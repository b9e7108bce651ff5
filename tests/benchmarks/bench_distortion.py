"""Time of distortion on a design the process has not seen, as a ratio to scipy's eigh of order 400 in the same run.

Run by hand: ``python tests/benchmarks/bench_distortion.py``. One BLAS thread; every timed call is a random change of film
or geometry (seeded), whose linear response is known, as on the page; 60 frequencies from 20 Hz to 5 kHz, 8 harmonics, at
the sample's own amplitude. "again" is the other law, or another amplitude, of the same design. Then 3 s of noise at
48 kHz rendered: of a new design, and again with the other law; and the process's largest memory.
"""

import resource
import statistics
import time
from pathlib import Path

import numpy as np
import scipy.linalg
from threadpoolctl import threadpool_limits

import engine

SAMPLES = Path(__file__).parents[2]/"sample_designs"
FREQUENCY = np.geomspace(20, 5000, 60)
TARGET = {"bench-back": 10.0}
CALLS = 9


def seconds(call, *arguments):
    start = time.perf_counter()
    call(*arguments)
    return time.perf_counter() - start


def random_change(design, rng):
    """The design with every film and geometry number moved by up to 3 %."""
    moved = ("geometry.frame_radius", "geometry.centre_radius", "film.thickness", "film.prestretch", "film.shear_modulus")
    return design.with_values({path: design.value(path)*rng.uniform(0.97, 1.03) for path in moved})


def main():
    rng = np.random.default_rng(22)
    matrix = rng.standard_normal((400, 400))
    matrix = matrix + matrix.T
    print(f"{'sample':18}{'sine':>8}{'root':>8}{'target':>8}{'again':>8}{'settled':>9}   eigh(400), ms")
    with threadpool_limits(1):
        for name in ("fern-label", "bench-back", "palm-house-arch"):
            design = engine.load(SAMPLES/f"{name}.toml")
            engine.distortion(design, FREQUENCY)
            cold, again, reference, settled = {"sine": [], "square-root": []}, [], [], []
            for _ in range(CALLS):
                for law, other in (("sine", "square-root"), ("square-root", "sine")):
                    changed = random_change(design, rng).with_values({"drive.law": law})
                    engine.response(changed)
                    cold[law].append(seconds(engine.distortion, changed, FREQUENCY))
                    again.append(seconds(engine.distortion, changed.with_values({"drive.law": other}), FREQUENCY))
                    settled.append(engine.distortion(changed, FREQUENCY).converged.mean())
                    reference.append(seconds(scipy.linalg.eigh, matrix))
            unit = statistics.median(reference)
            sine, root = (statistics.median(each)/unit for each in cold.values())
            print(f"{name:18}{sine:8.2f}{root:8.2f}{TARGET.get(name, float('nan')):8.2f}{statistics.median(again)/unit:8.2f}"
                  f"{np.mean(settled):9.3f}   {unit*1e3:.1f}")


def rendering():
    """3 s of low-passed noise that reaches the full amplitude, medium sample."""
    rng = np.random.default_rng(23)
    matrix = rng.standard_normal((400, 400))
    matrix = matrix + matrix.T
    noise = np.cumsum(rng.standard_normal(3*48000))
    noise -= np.convolve(noise, np.ones(2000)/2000, "same")
    noise /= np.abs(noise).max()
    design = engine.load(SAMPLES/"bench-back.toml")
    with threadpool_limits(1):
        cold, again, reference = [], [], []
        for _ in range(3):
            changed = random_change(design, rng)
            engine.response(changed)
            cold.append(seconds(engine.render, changed, noise, 48000))
            again.append(seconds(engine.render, changed.with_values({"drive.law": "square-root"}), noise, 48000))
            reference += [seconds(scipy.linalg.eigh, matrix) for _ in range(3)]
    unit = statistics.median(reference)
    print(f"{'3 s rendered':18}{statistics.median(cold)/unit:8.1f}{'':8}{200.0:8.1f}{statistics.median(again)/unit:8.1f}"
          f"   largest memory {resource.getrusage(resource.RUSAGE_SELF).ru_maxrss/2**20:.2f} GiB of 1")


if __name__ == "__main__":
    rendering()
    main()
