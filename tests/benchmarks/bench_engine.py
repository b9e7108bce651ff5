"""Time of one response on a design the process has not seen, as a ratio to scipy's eigh of order 400 in the same run.

Run by hand: ``python tests/benchmarks/bench_engine.py``. One BLAS thread; every timed call is a random change of film or
geometry (seeded), 400 frequencies from 20 Hz to 5 kHz; the reference is timed between the calls.
"""

import statistics
import time
from pathlib import Path

import numpy as np
import scipy.linalg
from threadpoolctl import threadpool_limits

import engine

SAMPLES = Path(__file__).parents[2]/"sample_designs"
TARGETS = {"fern-label": 0.75, "bench-back": 1.5, "palm-house-arch": 3.0}
FREQUENCY = np.geomspace(20, 5000, 400)
CALLS = 25


def seconds(call, *arguments):
    start = time.perf_counter()
    call(*arguments)
    return time.perf_counter() - start


def random_change(design, rng):
    """The design with every film and geometry number moved by up to 3 %."""
    moved = ("geometry.frame_radius", "geometry.centre_radius", "film.thickness", "film.prestretch", "film.shear_modulus")
    return design.with_values({path: design.value(path)*rng.uniform(0.97, 1.03) for path in moved})


def main():
    rng = np.random.default_rng(20)
    matrix = rng.standard_normal((400, 400))
    matrix = matrix + matrix.T
    print(f"{'sample':18}{'full':>7}{'target':>8}{'listener':>10}{'target':>8}   eigh(400), ms")
    with threadpool_limits(1):
        for name, target in TARGETS.items():
            design = engine.load(SAMPLES/f"{name}.toml")
            engine.response(design, FREQUENCY)
            full, light, reference = [], [], []
            for _ in range(CALLS):
                changed = random_change(design, rng)
                full.append(seconds(engine.response, changed, FREQUENCY))
                louder = changed.with_values({"drive.amplitude": changed.drive.amplitude*rng.uniform(0.5, 0.9),
                                              "listener.distance": rng.uniform(0.5, 2.0), "listener.angle": 0.3})
                light.append(seconds(engine.response, louder, FREQUENCY))
                reference.append(seconds(scipy.linalg.eigh, matrix))
            unit = statistics.median(reference)
            print(f"{name:18}{statistics.median(full)/unit:7.2f}{target:8.2f}{statistics.median(light)/unit:10.2f}"
                  f"{0.3:8.2f}   {unit*1e3:.1f}")


def page():
    """What the page asks for at every move of a control: the overview of the medium sample, on its own grid."""
    rng = np.random.default_rng(22)
    matrix = rng.standard_normal((400, 400))
    matrix = matrix + matrix.T
    design = engine.load(SAMPLES/"bench-back.toml")
    engine.overview(design)
    with threadpool_limits(1):
        full, reference = [], []
        for _ in range(CALLS):
            full.append(seconds(engine.overview, random_change(design, rng)))
            reference.append(seconds(scipy.linalg.eigh, matrix))
    print(f"{'overview':18}{statistics.median(full)/statistics.median(reference):7.2f}   {statistics.median(full)*1e3:.1f} ms")


def window():
    """Voltage window of the medium sample: 60 voltages, 8 modes."""
    rng = np.random.default_rng(21)
    matrix = rng.standard_normal((400, 400))
    matrix = matrix + matrix.T
    design = engine.load(SAMPLES/"bench-back.toml")
    with threadpool_limits(1):
        full, reference = [], []
        for _ in range(CALLS):
            full.append(seconds(engine.voltage_window, random_change(design, rng)))
            reference.append(seconds(scipy.linalg.eigh, matrix))
    print(f"{'voltage window':18}{statistics.median(full)/statistics.median(reference):7.2f}{8.0:8.2f}")


if __name__ == "__main__":
    main()
    page()
    window()
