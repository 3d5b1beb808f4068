import fc from "fast-check";
import { describe, expect, it } from "vitest";
import {
  airColumn,
  airColumnBodhaine,
  gravity,
  rayleighCrossSection,
  rayleighOpticalDepth,
  standardAtmosphere,
} from "../../src/index.js";
import { between } from "../_generators.js";
import { expectAbsolute, expectRefusal, expectRelative } from "../_tolerance.js";

const seaLevel = { pressurePa: 101325, altitudeM: 0, latitudeDeg: 45, co2Ppm: 360 };
const site = fc.record({
  pressurePa: between(20_000, 110_000),
  altitudeM: between(-400, 15_000),
  latitudeDeg: between(-90, 90),
  co2Ppm: between(0, 2000),
});

describe("published values", () => {
  it("closing fit of Bodhaine et al. 1999, equation 30, sea level, 45°, 250 to 850 nm: 1e-4", () => {
    const column = airColumnBodhaine(seaLevel);
    for (let nm = 250; nm <= 850; nm += 10) {
      const [l, i] = [(nm / 1000) ** 2, (1000 / nm) ** 2];
      const fit =
        (0.002152 * (1.0455996 - 341.29061 * i - 0.9023085 * l)) /
        (1 + 0.0027059889 * i - 85.968563 * l);
      expectRelative(rayleighOpticalDepth(nm, column), fit, 1e-4); // 0.0021520 is printed to 2e-5, the fit is good to 8e-5
    }
  });
  it("2.15e25 molecules per cm² above sea level (handbooks, from memory, last digit)", () => {
    expectAbsolute(airColumn(seaLevel).moleculesPerM2, 2.15e29, 0.005e29);
  });
});

describe("independent fixtures", () => {
  // a trapezium every 20 m through the standard densities, with this library's gravity, which has tests of its own
  const fine = (latitudeDeg: number, altitudeM: number): number => {
    let [mass, weight] = [0, 0];
    const n = Math.round((86_000 - altitudeM) / 20);
    for (let i = 0; i <= n; i++) {
      const z = altitudeM + ((86_000 - altitudeM) * i) / n;
      const share = (i === 0 || i === n ? 0.5 : 1) * standardAtmosphere(z).densityKgM3;
      mass += share;
      weight += share * gravity(latitudeDeg, z);
    }
    return weight / mass;
  };
  it.each([
    [45, 0, 101325],
    [40, 1620, 83_420],
    [-75, 2800, 68_000],
    [0, 12_000, 19_400],
  ])("latitude %d, %d m", (latitudeDeg, altitudeM, pressurePa) => {
    const molarMass = (28.9595 + 15.0556 * 425e-6) / 1000;
    const expected = (pressurePa / fine(latitudeDeg, altitudeM) / molarMass) * 6.02214076e23;
    expectRelative(
      airColumn({ pressurePa, altitudeM, latitudeDeg, co2Ppm: 425 }).moleculesPerM2,
      expected,
      1e-6,
    );
  });
  it.each([
    [1620, 40],
    [20_000, 0],
  ])("the shortcut written in cgs, as printed: %d m, latitude %d", (z, lat) => {
    const c = 425e-6;
    const cos2 = Math.cos((2 * lat * Math.PI) / 180);
    const zc = 0.73737 * z + 5517.56;
    const g0 = 980.616 * (1 - 0.0026373 * cos2 + 0.0000059 * cos2 ** 2);
    const g =
      g0 -
      (3.085462e-4 + 2.27e-7 * cos2) * zc +
      (7.254e-11 + 1e-13 * cos2) * zc ** 2 -
      (1.517e-17 + 6e-20 * cos2) * zc ** 3;
    const perCm2 = (834_200 * 6.0221367e23) / ((15.0556 * c + 28.9595) * g);
    const column = airColumnBodhaine({
      pressurePa: 83_420,
      altitudeM: z,
      latitudeDeg: lat,
      co2Ppm: 425,
    });
    expectRelative(column.moleculesPerM2, perCm2 * 1e4, 1e-13);
  });
  it("the shortcut is 5.7e-4 low at sea level, 1.0e-3 at 9 km; surface gravity is 0.23 % low", () => {
    const low = (s: typeof seaLevel): number =>
      airColumnBodhaine(s).moleculesPerM2 / airColumn(s).moleculesPerM2 - 1;
    expectAbsolute(low(seaLevel), -5.7e-4, 1e-5);
    expectAbsolute(
      low({ ...seaLevel, pressurePa: 30_000, altitudeM: 9000, latitudeDeg: 60 }),
      -1.03e-3,
      1e-5,
    );
    const molarMass = (28.9595 + 15.0556 * 360e-6) / 1000;
    const surface = (101325 * 6.02214076e23) / (molarMass * gravity(45, 0));
    expectAbsolute(surface / airColumn(seaLevel).moleculesPerM2 - 1, -0.0023, 1e-4);
  });
});

describe("properties", () => {
  it("is proportional to pressure; grows with height at the same pressure, falls towards the poles and with CO2", () => {
    fc.assert(
      fc.property(site, (s) => {
        for (const column of [airColumn, airColumnBodhaine]) {
          const n = column(s).moleculesPerM2;
          expectRelative(
            column({ ...s, pressurePa: s.pressurePa / 2 }).moleculesPerM2,
            n / 2,
            1e-14,
          );
          expect(column({ ...s, altitudeM: s.altitudeM + 1000 }).moleculesPerM2).toBeGreaterThan(n);
          expect(column({ ...s, latitudeDeg: 90 }).moleculesPerM2).toBeLessThanOrEqual(n);
          expect(column({ ...s, co2Ppm: 2000 }).moleculesPerM2).toBeLessThanOrEqual(n);
          expect(column(s)).toMatchObject(s);
        }
      }),
    );
  });
  it("optical depth is cross-section times column", () => {
    fc.assert(
      fc.property(site, between(230, 1690), (s, nm) => {
        const column = airColumn(s);
        expectRelative(
          rayleighOpticalDepth(nm, column),
          rayleighCrossSection(nm, s.co2Ppm) * column.moleculesPerM2,
          1e-14,
        );
      }),
    );
  });
});

describe("edges", () => {
  it.each([
    ["airColumn", airColumn],
    ["airColumnBodhaine", airColumnBodhaine],
  ])("%s", (name, column) => {
    expectRefusal(
      () => column({ ...seaLevel, pressurePa: 1013 }),
      RangeError,
      name,
      "pressurePa",
      "hPa? multiply by 100",
    );
    expectRefusal(
      () => column({ ...seaLevel, altitudeM: 20_001 }),
      RangeError,
      "altitudeM",
      "-500 to 20000 m",
    );
    expectRefusal(() => column({ ...seaLevel, latitudeDeg: 91 }), RangeError, "latitudeDeg", "91");
    expectRefusal(() => column({ ...seaLevel, co2Ppm: Number.NaN }), RangeError, "co2Ppm", "NaN");
    expectRefusal(() => column({ pressurePa: 101325 } as never), TypeError, name, "undefined");
    expectRefusal(() => column(null as never), TypeError, name);
    for (const latitudeDeg of [-90, 90])
      expect(column({ ...seaLevel, latitudeDeg }).moleculesPerM2).toBeGreaterThan(2e29);
  });
  it("rayleighOpticalDepth", () => {
    const column = airColumn(seaLevel);
    expectRefusal(
      () => rayleighOpticalDepth(0.5, column),
      RangeError,
      "rayleighOpticalDepth",
      "230 to 1690 nm",
      "µm",
    );
    expectRefusal(() => rayleighOpticalDepth(500, seaLevel as never), TypeError, "airColumn");
    expectRefusal(() => rayleighOpticalDepth(500, undefined as never), TypeError, "airColumn");
  });
});
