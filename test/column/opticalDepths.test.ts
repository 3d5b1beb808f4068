import fc from "fast-check";
import { describe, expect, it } from "vitest";
import {
  angstromOpticalDepth,
  nitrogenDioxideCrossSection,
  nitrogenDioxideOpticalDepth,
  ozoneCrossSection,
  ozoneOpticalDepth,
} from "../../src/index.js";
import { between } from "../_generators.js";
import { expectAbsolute, expectRefusal, expectRelative } from "../_tolerance.js";

describe("ozoneOpticalDepth", () => {
  it("is about 0.041 for 300 DU at the Chappuis peak (5.14e-21 cm² times 8.06e18 per cm²)", () => {
    expectAbsolute(ozoneOpticalDepth(602, 300, 293), 0.0414, 0.0008); // bands of 1 nm here, 5 nm there
  });
  it("counts a Dobson unit as 0.01 mm of gas at 0 °C and 1 atm", () => {
    // ideal gas: 101325 Pa x 1e-5 m / (k x 273.15 K) molecules per m²
    const molecules = (101325 * 1e-5) / (1.380649e-23 * 273.15);
    const expected = ozoneCrossSection(310, 240) * 312 * molecules;
    expectRelative(ozoneOpticalDepth(310, 312, 240), expected, 1e-14);
  });
  it("is nothing without ozone", () => expect(ozoneOpticalDepth(600, 0, 225)).toBe(0));
  it("refuses what lies outside", () => {
    const name = "ozoneOpticalDepth";
    expectRefusal(() => ozoneOpticalDepth(1099, 300, 225), RangeError, name, "186 to 1098 nm");
    expectRefusal(() => ozoneOpticalDepth(600, 1001, 225), RangeError, "ozoneDu", "0 to 1000 DU");
    expectRefusal(() => ozoneOpticalDepth(600, -1, 225), RangeError, "ozoneDu");
    expectRefusal(() => ozoneOpticalDepth(600, 300, 199), RangeError, "temperatureK");
    expectRefusal(() => ozoneOpticalDepth(600, "300" as never, 225), TypeError, "ozoneDu");
  });
});

describe("nitrogenDioxideOpticalDepth", () => {
  it("is 0.002 to 0.004 at 400 nm for clean columns of 2e15 to 6e15 per cm² (from memory)", () => {
    expect(nitrogenDioxideOpticalDepth(400, 2e15 / 2.6868e16, 220)).toBeGreaterThan(0.001);
    expect(nitrogenDioxideOpticalDepth(400, 6e15 / 2.6868e16, 220)).toBeLessThan(0.004);
  });
  it("is cross-section times molecules", () => {
    const molecules = (0.1 * 101325 * 1e-5) / (1.380649e-23 * 273.15);
    const expected = nitrogenDioxideCrossSection(432, 230) * molecules;
    expectRelative(nitrogenDioxideOpticalDepth(432, 0.1, 230), expected, 1e-14);
  });
  it("refuses what lies outside", () => {
    const name = "nitrogenDioxideOpticalDepth";
    expectRefusal(
      () => nitrogenDioxideOpticalDepth(661, 0.1, 220),
      RangeError,
      name,
      "280 to 660 nm",
    );
    expectRefusal(
      () => nitrogenDioxideOpticalDepth(400, 51, 220),
      RangeError,
      "columnDu",
      "0 to 50 DU",
    );
    expectRefusal(() => nitrogenDioxideOpticalDepth(400, 0.1, 299), RangeError, "temperatureK");
  });
});

describe("angstromOpticalDepth", () => {
  const haze = { opticalDepth: 0.2, referenceNm: 500, exponent: 1.3 };
  it("is the formula through logarithms", () => {
    const expected = Math.exp(Math.log(0.2) - 1.3 * (Math.log(870) - Math.log(500)));
    expectRelative(angstromOpticalDepth(870, haze), expected, 1e-14); // a few units of the last place
    expect(angstromOpticalDepth(500, haze)).toBe(0.2);
    expectRelative(angstromOpticalDepth(1000, { ...haze, exponent: 1 }), 0.1, 1e-15);
    expectRelative(angstromOpticalDepth(250, { ...haze, exponent: 2 }), 0.8, 1e-15);
  });
  it("does not care which wavelength is the reference", () => {
    fc.assert(
      fc.property(between(300, 1690), between(300, 1690), between(-1, 3), (nm, other, exponent) => {
        const first = { opticalDepth: 0.1, referenceNm: 500, exponent };
        const moved = {
          opticalDepth: angstromOpticalDepth(other, first),
          referenceNm: other,
          exponent,
        };
        expectRelative(angstromOpticalDepth(nm, moved), angstromOpticalDepth(nm, first), 1e-13);
      }),
    );
  });
  it("refuses what lies outside", () => {
    const name = "angstromOpticalDepth";
    expectRefusal(() => angstromOpticalDepth(185, haze), RangeError, name, "186 to 4000 nm");
    expectRefusal(
      () => angstromOpticalDepth(500, { ...haze, referenceNm: 0.5 }),
      RangeError,
      "aerosol.referenceNm",
      "µm?",
    );
    expectRefusal(
      () => angstromOpticalDepth(500, { ...haze, opticalDepth: -0.1 }),
      RangeError,
      "aerosol.opticalDepth",
    );
    expectRefusal(
      () => angstromOpticalDepth(500, { ...haze, exponent: 6 }),
      RangeError,
      "aerosol.exponent",
      "-2 to 5",
    );
    expectRefusal(() => angstromOpticalDepth(500, 0.2 as never), TypeError, "aerosol");
    expectRefusal(
      () => angstromOpticalDepth(500, { ...haze, exponent: undefined as never }),
      TypeError,
      "aerosol.exponent",
    );
  });
});
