describe("edges", () => {
  it("leaves NaN in its place, fills what it is given, and names the angle that is out of range", () => {
    const out = new Float64Array(4);
    const filled = airMassesOnPath([0, Number.NaN, 90], path, out);
    expect(filled).toBe(out);
    expectAbsolute(out[0]!, 1, 1e-9);
    expect(out[1]).toBeNaN();
    expect(out[2]).toBe(airMassOnPath(90, path));
    expect(out[3]).toBe(0);
    expect(refractionsOnTruePath([Number.NaN], path)[0]).toBeNaN();
    expect(airMassesOnPath([], path)).toEqual(new Float64Array(0));
    const name = "airMassesOnPath";
    expectRefusal(
      () => airMassesOnPath([10, 90.1], path),
      RangeError,
      name,
      "apparentZenithsDeg[1]",
      "0 to 90 degrees",
      "90.1",
    );
    expectRefusal(
      () => airMassesOnTruePath([91], path),
      RangeError,
      "trueZenithsDeg[0]",
      "0 to 90.55",
    );
    expectRefusal(
      () => airMassesOnPath([1, 2], path, new Float64Array(1)),
      RangeError,
      "out",
      "at least 2",
    );
    expectRefusal(() => airMassesOnPath(45 as never, path), TypeError, "apparentZenithsDeg");
    expectRefusal(() => airMassesOnPath([45], sea as never), TypeError, "preparePath");
    expectRefusal(
      () => constituentMassesOnPath([45], path, "smoke" as never),
      TypeError,
      "ozone, water",
      "smoke",
    );
  });

  it("refuses single angles out of range, raw input and unknown constituents", () => {
    expectRefusal(() => airMassOnPath(90.1, path), RangeError, "airMassOnPath", "0 to 90 degrees");
    expectRefusal(() => airMassOnPath(-0.1, path), RangeError, "-0.1");
    expectRefusal(() => refractionOnPath(Number.NaN, path), RangeError, "NaN");
    expectRefusal(() => airMassOnTruePath(90.6, path), RangeError, "trueZenithDeg", "0 to 90.55");
    expectRefusal(() => airMassOnTruePath("45" as never, path), TypeError, '"45"');
    expectRefusal(
      () => refractionOnTruePath(45, sea as never),
      TypeError,
      "preparePath or pathInWeather",
    );
    expectRefusal(
      () => constituentMassOnPath(45, path, "smoke" as never),
      TypeError,
      "a constituent of the path (ozone, water)",
    );
    const one = preparePath({ ...sea, constituents: { ozone: constituents.ozone } });
    expectRefusal(() => constituentMassOnPath(45, one, "smoke" as never), TypeError, "(ozone)");
    const bare = preparePath({ ...sea, constituents: {} });
    expectRefusal(() => constituentMassOnTruePath(45, bare, "ozone" as never), TypeError, "(none)");
    expectRefusal(
      () => preparePath({ ...sea, profile: station as never }),
      TypeError,
      "preparePath",
      "standardProfile",
    );
  });

  it("is plain data: a structured clone works", () => {
    const copy = structuredClone(path);
    expect(airMassOnPath(77, copy)).toBe(airMassOnPath(77, path));
  });
});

Problem requirements »
Work out the number of lines in the listing above that hold the string "timed". Reply with that number only.

Answer space »
3